Многие из старых, потертых членов партии, в душе мало склонных к идеализму, даже не вникая в то, что говорил Каляев, были захвачены. Каляев верил в то, что говорил. Вера его была фанатична, страстна, красиво выраженная, она оковала слушателей, когда «поэт» говорил, нервно жестикулируя правой рукой:
– Мы не можем, не смеем верить перепугавшемуся правительству, сулящему теперь стране какие-то успокоения! Нет! Мы должны напрячь все силы, чтоб партия бросила в террор новые кадры преданных революции товарищей, чтобы внезапно, стремительно нанести врагу удар, и не затем, чтобы правительство шло по пути реформ, а затем, чтобы ударами, взрывами бомб, разбудить страну, встряхнуть ее, чтобы террор против ненавистного правительства стал массовым! Пусть каждый член партии идет не с речью, не с агитацией, не с литературой, а с бомбой! Ибо вообще социалист-революционер без бомбы уже не социалист-революционер! О, я знаю, недалеко то время, когда разгорится пожар! Когда будет и у нас своя Македония! Когда рабочий и крестьянин возьмутся наконец, за оружие! И тогда-то, вот тогда, наступит великая русская революция!

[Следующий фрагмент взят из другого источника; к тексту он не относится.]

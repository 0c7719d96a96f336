import { useLingui } from "@lingui/react";
import { useQuery, useQueryClient } from "@tanstack/react-query";
import type { z } from "zod";
import { formatDate } from "../../../shared/format/date";
import {
  CombinationInput,
  CombinationList,
  type CombinationView,
  type ProtectorView,
} from "../../../shared/schemas/protector";
import { BandFields } from "../../components/band-fields";
import {
  DateField,
  Field,
  Form,
  showIssuesOn,
  TextAreaField,
  useSchemaForm,
} from "../../components/form";
import { LookActions, ReviewedChange, useReviewedChange } from "../../components/reviewed-change";
import { useLocale } from "../../lib/i18n";
import { hasTips } from "./kinds";
import { protectorQueries } from "./queries";

const NOT_YET = [null, null, null, null, null, null, null, null];

/** A plug goes under a cup. */
const goesInside = (kind: ProtectorView["kind"]): boolean => hasTips(kind);

/** Test data of two worn together, from a date on: filled in, looked at with who changes verdict, then saved. */
export function CombinationForm({
  protector,
  known,
  from,
  today,
  onLeave,
  onSaved,
}: {
  protector: Pick<ProtectorView, "id" | "name" | "kind">;
  /** Data of its pairs so far. */
  known: readonly CombinationView[];
  /** The data that these follow; null: of a new pair. */
  from: CombinationView | null;
  today: string;
  onLeave: () => void;
  onSaved: () => void;
}) {
  const { i18n } = useLingui();
  const locale = useLocale();
  const client = useQueryClient();
  const register = useQuery(protectorQueries.list());
  const isThisInside = goesInside(protector.kind);
  const form = useSchemaForm(CombinationInput, {
    keepAs: `together ${from?.id ?? "new"}`,
    defaultValues: from
      ? {
          innerModelId: from.innerModelId,
          outerModelId: from.outerModelId,
          effectiveFrom: today,
          bands: from.bands,
          reason: null,
        }
      : {
          innerModelId: isThisInside ? protector.id : "",
          outerModelId: isThisInside ? "" : protector.id,
          effectiveFrom: today,
          bands: { meanDb: NOT_YET, sdDb: NOT_YET } as never,
          reason: null,
        },
  });
  const change = useReviewedChange<CombinationInput, z.infer<typeof CombinationList>>({
    path: "/protector-combinations",
    schema: CombinationList,
    onError: showIssuesOn(form, i18n),
    onSaved: () => {
      void client.invalidateQueries({ queryKey: protectorQueries.all });
      onSaved();
    },
  });
  const [innerModelId, outerModelId] = form.watch(["innerModelId", "outerModelId"]);
  const isInner = innerModelId === protector.id;
  const partnerId = isInner ? outerModelId : innerModelId;
  const put = (inner: string, outer: string) => {
    form.setValue("innerModelId", inner, { shouldDirty: true });
    form.setValue("outerModelId", outer, { shouldDirty: true });
    if (form.formState.isSubmitted) void form.trigger(["innerModelId", "outerModelId"]);
  };
  const choices = (register.data?.rows ?? []).filter(
    ({ id, isArchived }) => id !== protector.id && (!isArchived || id === partnerId),
  );
  const needsReason = known.some(
    (one) => one.innerModelId === innerModelId && one.outerModelId === outerModelId,
  );
  const { errors } = form.formState;
  const partnerError = (isInner ? errors.outerModelId : errors.innerModelId) ?? null;
  const nameOf = (id: string) =>
    id === protector.id ? protector.name : (choices.find((one) => one.id === id)?.name ?? "");
  const look = form.handleSubmit((body) => {
    if (needsReason && body.reason === null) {
      form.setError(
        "reason",
        {
          type: "reason-needed",
          message: i18n.t("A reason is needed: what is there already changes."),
        },
        { shouldFocus: true },
      );
      return;
    }
    change.look(body);
  });
  return (
    <ReviewedChange
      change={change}
      what={(body) =>
        i18n.t("{inner} under {outer}: test data from {date} on.", {
          inner: nameOf(body.innerModelId),
          outer: nameOf(body.outerModelId),
          date: formatDate(body.effectiveFrom, locale),
        })
      }
    >
      <Form className="section-form" aria-label={i18n.t("Worn together")} onSubmit={look}>
        <Field
          label={i18n.t("Together with")}
          isReadOnly={from !== null}
          error={
            partnerError === null
              ? undefined
              : partnerError.type === "invalid_format"
                ? i18n.t("Choose the other protector.")
                : partnerError.message
          }
        >
          {({ readOnly, ...wires }) => (
            <select
              {...wires}
              className="input"
              disabled={readOnly}
              value={partnerId}
              onChange={(event) => {
                const chosen = choices.find(({ id }) => id === event.target.value);
                const isUnder = chosen
                  ? goesInside(protector.kind) || !goesInside(chosen.kind)
                  : isInner;
                put(
                  isUnder ? protector.id : event.target.value,
                  isUnder ? event.target.value : protector.id,
                );
              }}
            >
              <option value="">{i18n.t("Choose a protector")}</option>
              {choices.map(({ id, name }) => (
                <option key={id} value={id}>
                  {name}
                </option>
              ))}
            </select>
          )}
        </Field>
        <Field label={i18n.t("Next to the ear")} isGroup error={undefined}>
          {() =>
            [protector.id, partnerId]
              .filter((id) => id !== "")
              .map((id) => (
                <label key={id} className="choice">
                  <input
                    type="radio"
                    name="next-to-the-ear"
                    checked={innerModelId === id}
                    disabled={from !== null}
                    onChange={() => put(id, id === protector.id ? partnerId : protector.id)}
                  />
                  <span>{nameOf(id)}</span>
                </label>
              ))
          }
        </Field>
        <BandFields
          form={form}
          name="bands"
          label={i18n.t("Of both together, dB")}
          isOptional={false}
          rows={[
            { key: "meanDb", label: i18n.t("Mean attenuation") },
            { key: "sdDb", label: i18n.t("Standard deviation") },
          ]}
          thirds="centre"
          note={i18n.t(
            "As tested on both at once: the sum of two single attenuations is more than anybody gets.",
          )}
        />
        <DateField
          form={form}
          name="effectiveFrom"
          label={i18n.t("Holds from")}
          note={i18n.t("It may lie back: who wore both since then is judged again.")}
        />
        {needsReason && (
          <TextAreaField form={form} name="reason" label={i18n.t("Reason")} rows={2} />
        )}
        <LookActions preview={change.preview} onLeave={onLeave} />
      </Form>
    </ReviewedChange>
  );
}
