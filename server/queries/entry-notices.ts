import type { EntryNotices, NoticeRow } from "../../shared/schemas/notice";
import { row, rows } from "../lib/db";

interface Found extends Omit<NoticeRow, "notBefore" | "sentAt"> {
  notBefore: Date;
  sentAt: Date | null;
}

/** Notices with whom they are about; `condition` is on the notice `n`. */
export async function findNotices(
  condition: string,
  replacements: Record<string, unknown>,
  limit = 200,
): Promise<NoticeRow[]> {
  const found = await rows<Found>(
    `SELECT n.id, n.entry_id AS "entryId", u.name AS "recipientName", n.audience, n.state, n.not_before AS "notBefore", n.sent_at AS "sentAt", n.tries,
       n.last_error AS "lastError", n.replaces_id AS "replacesId", n.revision,
       coalesce((SELECT json_agg(json_build_object('id', w.id, 'name', w.name, 'date', g.date, 'kinds', g.kinds) ORDER BY w.name)
         FROM (SELECT i.worker_id, i.date, array_agg(DISTINCT f.kind) AS kinds FROM notice_items i JOIN findings f ON f.id = i.finding_id
               WHERE i.notice_id = n.id GROUP BY i.worker_id, i.date) g JOIN workers w ON w.id = g.worker_id), '[]') AS workers
     FROM notices n JOIN users u ON u.id = n.recipient_id WHERE ${condition} ORDER BY n.not_before, n.created_at, n.id LIMIT ${limit}`,
    replacements,
  );
  return found.map((row) => ({
    ...row,
    notBefore: row.notBefore.toISOString(),
    sentAt: row.sentAt?.toISOString() ?? null,
  }));
}

export async function entryNotices(entryId: string): Promise<EntryNotices> {
  const notices = await findNotices("n.entry_id = :entryId AND n.state <> 'withdrawn'", {
    entryId,
  });
  const correction = await row<{ at: Date | null }>(
    `SELECT max(coalesce(later.sent_at, later.attempted_at)) AS at FROM notices n JOIN notices later ON later.replaces_id = n.id
     WHERE n.entry_id = :entryId AND later.state IN ('sent', 'possibly-sent')`,
    { entryId },
  );
  return summarize(entryId, notices, correction?.at ?? null);
}

export function summarize(
  entryId: string,
  notices: NoticeRow[],
  correctedAt: Date | null = null,
): EntryNotices {
  const states = new Set(notices.map(({ state }) => state));
  const state =
    notices.length === 0
      ? "none"
      : states.size === 1 && states.has("held")
        ? "held"
        : states.has("waiting")
          ? "waiting"
          : states.has("held")
            ? "part"
            : "sent";
  return {
    entryId,
    state,
    notBefore:
      notices.find((notice) => notice.state === "waiting")?.notBefore ??
      notices[0]?.notBefore ??
      null,
    people: new Set(notices.map(({ recipientName }) => recipientName)).size,
    notices,
    correctedAt: correctedAt?.toISOString() ?? null,
  };
}
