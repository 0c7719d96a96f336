import {
  type Ahead,
  type ExpectedDay,
  factsAhead,
  isSettled,
  orderAhead,
} from "../../shared/findings/expected";
import { foldOrders, ORDER_KINDS, WORN_KINDS } from "../../shared/findings/orders";
import type { CrewSheetRow } from "../../shared/schemas/crew";
import type { Cannot, FindingKind, FindingState } from "../../shared/schemas/finding";
import { rows } from "../lib/db";
import { groupBy } from "../lib/group-by";
import { type Actor, visible } from "../lib/policy";
import { findingPolicy } from "../policies";
import { RULES_UNTIL } from "./finding-view";
import { lastCannots } from "./last-cannots";
import { lastInOrder, type Outlook, outlooksOf, WAS_CREDITED } from "./outlook";

interface OrderRow {
  workerId: string;
  findingId: string;
  kind: FindingKind;
  state: FindingState;
  facts: Record<string, unknown>;
  lastDate: string;
  wasCredited: boolean;
  rulesUntil: string | null;
  revision: number;
  siteId: string;
}

type SheetOrders = Pick<CrewSheetRow, "order" | "ahead">;

/**
 * By worker the one order of the sheet: of an open finding, as far as the days since and the day to come still ask for
 * it, else of the day to come itself. What it says of a protector at fault is said of the day to come.
 */
export async function sheetOrders(
  actor: Actor,
  workerIds: readonly string[],
  date: string,
  expected: ReadonlyMap<string, ExpectedDay>,
): Promise<Map<string, SheetOrders>> {
  const findings = await openFindings(actor, workerIds);
  const cannots = await lastCannots(
    [...findings.values()].flat().map(({ findingId }) => findingId),
  );
  const inOrder = await lastInOrder([...findings.keys()]);
  const outlooks = await outlooksOf(date, expected);
  return new Map(
    workerIds.map((workerId): [string, SheetOrders] => {
      const outlook = outlooks.get(workerId) ?? null;
      const open = (findings.get(workerId) ?? []).filter(
        (finding) => !isSettled(finding, inOrder.get(workerId) ?? null, outlook),
      );
      const lead = foldOrders(open)[0]?.lead ?? null;
      const order = lead && toOrder(actor, lead, outlook, cannots.get(lead.findingId) ?? null);
      return [workerId, { order, ahead: aheadOf(lead, outlook) }];
    }),
  );
}

function toOrder(
  actor: Actor,
  { siteId, ...lead }: OrderRow,
  outlook: Outlook | null,
  cannot: Cannot | null,
): NonNullable<CrewSheetRow["order"]> {
  const { findingId, kind, state, rulesUntil, revision } = lead;
  const canMarkDone = findingPolicy.can.markDone(actor, { siteId }) && state !== "done";
  // What was done stays as it was said, and why it came off is asked of the day on which it did.
  const isOfPast = state === "done" || kind === "not-worn-long-enough" || rulesUntil !== null;
  const facts =
    outlook && !isOfPast ? factsAhead(lead, outlook.faults, outlook.proposal) : lead.facts;
  const ofDate = facts === lead.facts ? lead.lastDate : null;
  return { findingId, kind, state, facts, ofDate, rulesUntil, cannot, revision, canMarkDone };
}

/** Null where the order of a finding says it already, or said it and was done. */
function aheadOf(lead: OrderRow | null, outlook: Outlook | null): Ahead | null {
  const ahead = outlook && orderAhead(outlook.day, outlook.faults, outlook.proposal);
  if (!ahead || !lead || !WORN_KINDS.has(lead.kind)) return ahead;
  const isSaid = lead.state !== "done" || outlook.faults.some(({ kind }) => kind === lead.kind);
  return isSaid ? null : ahead;
}

/**
 * The open findings by worker, from what the rules that govern now ask for. What rests on earlier rules stays on the
 * sheet, named as such, only until a day has been judged by the new ones: from then on that day decides, and the finding
 * is the officer's to close.
 */
async function openFindings(
  actor: Actor,
  workerIds: readonly string[],
): Promise<Map<string, OrderRow[]>> {
  if (workerIds.length === 0) return new Map();
  const found = await rows<OrderRow>(
    `SELECT * FROM (SELECT f.worker_id AS "workerId", f.id AS "findingId", f.kind, f.state, f.facts, f.last_date::text AS "lastDate",
       ${WAS_CREDITED} AS "wasCredited",
       ${RULES_UNTIL} AS "rulesUntil", f.revision, f.site_id AS "siteId" FROM findings f
     WHERE f.worker_id = ANY (CAST(:ids AS uuid[])) AND f.state <> 'closed' AND ${visible(findingPolicy, actor, "f")}) open
     WHERE "rulesUntil" IS NULL OR NOT EXISTS (SELECT 1 FROM days d WHERE d.worker_id = open."workerId"
       AND d.date >= CAST(open."rulesUntil" AS date) AND d.current_result_id IS NOT NULL)`,
    { ids: `{${workerIds.join(",")}}` },
  );
  return groupBy(
    found.filter(({ kind }) => ORDER_KINDS.includes(kind)),
    ({ workerId }) => workerId,
  );
}

/** What a row still asks for: the day to come, and the order of an open finding that nobody has marked as done. */
export const stillAsked = ({ order, ahead }: CrewSheetRow) => [
  ...(ahead ? [{ ...ahead, findingId: null, cannot: null }] : []),
  ...(order && order.state !== "done" ? [order] : []),
];
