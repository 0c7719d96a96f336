import type { z } from "zod";
import { createI18n, isLocale } from "../../shared/i18n";
import type { LetterFilter, LetterPage, LetterRow, LetterView } from "../../shared/schemas/letter";
import { decodeCursor, pageFrom } from "../lib/cursor";
import { row, rows } from "../lib/db";
import { notFound } from "../lib/errors";
import { type Actor, abilities, visible } from "../lib/policy";
import { letterPolicy, ownLetterPolicy } from "../policies";

type Found = Omit<
  LetterView,
  "paper" | "can" | "worker" | "writtenAt" | "sentAt" | "acknowledged"
> & {
  workerId: string;
  workerName: string;
  employeeNumber: string;
  writtenAt: Date;
  sentAt: Date | null;
  way: "link" | "paper" | null;
  acknowledgedAt: Date | null;
  signedOn: string | null;
  recordedBy: string | null;
  organizationName: string;
  siteName: string;
};

/** The letter that took the place of `l`. */
export const LATER_LETTER = `LEFT JOIN LATERAL (SELECT r.id FROM result_letters r WHERE r.replaces_id = l.id ORDER BY r.written_at DESC LIMIT 1) later ON TRUE`;

/** The notice went; whether it arrived nobody knows where it is possibly sent. */
export const LETTER_STATE = `CASE WHEN later.id IS NOT NULL AND a.id IS NULL THEN 'replaced' WHEN a.id IS NOT NULL THEN 'acknowledged'
  WHEN l.notice_id IS NULL THEN 'to-print' WHEN n.state = 'withdrawn' THEN 'withdrawn' WHEN n.state IN ('failed', 'bounced') THEN 'failed'
  WHEN n.state IN ('sent', 'possibly-sent', 'on-paper') THEN 'sent' ELSE 'waiting' END`;

const LETTERS = `SELECT l.id, l.site_id AS "siteId", l.worker_id AS "workerId", w.name AS "workerName", w.employee_number AS "employeeNumber", ${LETTER_STATE} AS state,
    n.state AS "noticeState", l.due_on::text AS "dueOn", l.written_at AS "writtenAt", n.sent_at AS "sentAt",
    (${LETTER_STATE} IN ('to-print', 'waiting', 'failed') AND l.due_on < (now() AT TIME ZONE s.time_zone)::date) AS "isLate",
    (SELECT json_agg(json_build_object('date', x.date, 'levelDb', x.level_db, 'isOver', x.is_over) ORDER BY x.date) FROM result_letter_days x WHERE x.letter_id = l.id) AS days,
    a.way, a.recorded_at AS "acknowledgedAt", a.signed_on::text AS "signedOn", u.name AS "recordedBy",
    o.name AS "organizationName", s.name AS "siteName", l.language, l.subject, l.body_text AS text, l.replaces_id AS "replacesId", later.id AS "replacedById", l.rule_set AS "ruleSetKey", l.rule_set_version AS "ruleSetVersion"
  FROM result_letters l JOIN workers w ON w.id = l.worker_id JOIN sites s ON s.id = l.site_id JOIN organizations o ON o.id = l.organization_id LEFT JOIN notices n ON n.id = l.notice_id
  LEFT JOIN notice_acknowledgements a ON a.letter_id = l.id LEFT JOIN users u ON u.id = a.recorded_by
  ${LATER_LETTER}`;

/** What is neither acknowledged nor overtaken. */
const OPEN = `${LETTER_STATE} IN ('to-print', 'waiting', 'sent', 'failed')`;

function present(
  actor: Actor,
  {
    workerId,
    workerName,
    employeeNumber,
    way,
    acknowledgedAt,
    signedOn,
    recordedBy,
    writtenAt,
    sentAt,
    organizationName: _organization,
    siteName: _site,
    ...letter
  }: Found,
): Omit<LetterView, "paper"> {
  return {
    ...letter,
    worker: { id: workerId, name: workerName, employeeNumber },
    writtenAt: writtenAt.toISOString(),
    sentAt: sentAt?.toISOString() ?? null,
    acknowledged:
      way && acknowledgedAt
        ? { way, at: acknowledgedAt.toISOString(), signedOn, recordedBy }
        : null,
    can: abilities(letterPolicy, actor, letter),
  };
}

/** Letters of results, the soonest due first where they are open, else the latest first. */
export async function listLetters(
  actor: Actor,
  { show, siteId, cursor, limit }: z.output<typeof LetterFilter>,
): Promise<z.input<typeof LetterPage>> {
  const after = decodeCursor(cursor, 2);
  const isOpen = show === "open";
  const conditions = [visible(letterPolicy, actor, "l")];
  if (isOpen) conditions.push(OPEN);
  if (show === "acknowledged") conditions.push("a.id IS NOT NULL");
  if (siteId) conditions.push("l.site_id = :siteId");
  if (after)
    conditions.push(
      isOpen
        ? "(l.due_on, l.id) > (CAST(:dueOn AS date), CAST(:id AS uuid))"
        : "(l.due_on, l.id) < (CAST(:dueOn AS date), CAST(:id AS uuid))",
    );
  const order = isOpen ? "ASC" : "DESC";
  const found = await rows<Found>(
    `${LETTERS} WHERE ${conditions.join(" AND ")} ORDER BY l.due_on ${order}, l.id ${order} LIMIT ${limit + 1}`,
    { siteId, dueOn: after?.[0], id: after?.[1] },
  );
  const page = pageFrom(found, limit, ({ dueOn, id }) => [dueOn, id]);
  return { next: page.next, rows: page.rows.map((letter): LetterRow => present(actor, letter)) };
}

/** All letters of one worker, the latest first: the office's to read, and the worker's own. */
export async function lettersOfWorker(actor: Actor, workerId: string): Promise<LetterRow[]> {
  const found = await rows<Found>(
    `${LETTERS} WHERE l.worker_id = :workerId AND ${visible(ownLetterPolicy, actor, "l")} ORDER BY l.written_at DESC, l.id`,
    { workerId },
  );
  return found.map((letter) => present(actor, letter));
}

/** @throws AppError not-found */
export async function letterView(actor: Actor, id: string): Promise<LetterView> {
  const found = await row<Found>(
    `${LETTERS} WHERE l.id = :id AND ${visible(letterPolicy, actor, "l")}`,
    { id },
  );
  if (!found) throw notFound();
  const locale = isLocale(found.language) ? found.language : "en";
  return {
    ...present(actor, found),
    paper: {
      from: `${found.organizationName}, ${found.siteName}`,
      signature: (await createI18n(locale)).t("I have read this letter. Date and signature"),
    },
  };
}

/** Open letters that a person has to do something about: print, or see why they did not arrive in time. */
export async function lettersWaiting(
  actor: Actor,
  siteId: string | undefined,
): Promise<{ toPrint: number; late: number }> {
  const found = await row<{ toPrint: number; late: number }>(
    `SELECT count(*) FILTER (WHERE state IN ('to-print', 'failed'))::int AS "toPrint", count(*) FILTER (WHERE "isLate")::int AS late
     FROM (${LETTERS} WHERE l.due_on > current_date - 400 AND ${visible(letterPolicy, actor, "l")} ${siteId ? "AND l.site_id = :siteId" : ""}) x`,
    { siteId },
  );
  return found ?? { toPrint: 0, late: 0 };
}

export interface LetterHead {
  id: string;
  siteId: string;
  writtenAt: Date;
  timeZone: string;
}

/** @throws AppError not-found */
export async function findLetter(actor: Actor, id: string): Promise<LetterHead> {
  const found = await row<LetterHead>(
    `SELECT l.id, l.site_id AS "siteId", l.written_at AS "writtenAt", s.time_zone AS "timeZone" FROM result_letters l JOIN sites s ON s.id = l.site_id
     WHERE l.id = :id AND ${visible(letterPolicy, actor, "l")}`,
    { id },
  );
  if (!found) throw notFound();
  return found;
}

Аплодисменты прервали Каляева.
Сидя с Азефом, обняв его толстой рукой, Чернов наклоняясь, прошептал в азефово ухо: – Молодость, Иван, молодость, но святая, конечно, святая.
Азефу было тяжело от черновской руки, но надеясь, что Виктор поддержит несколько его предложений в ЦК, он не освобождался. Чернов снял руку сам, попросил слова.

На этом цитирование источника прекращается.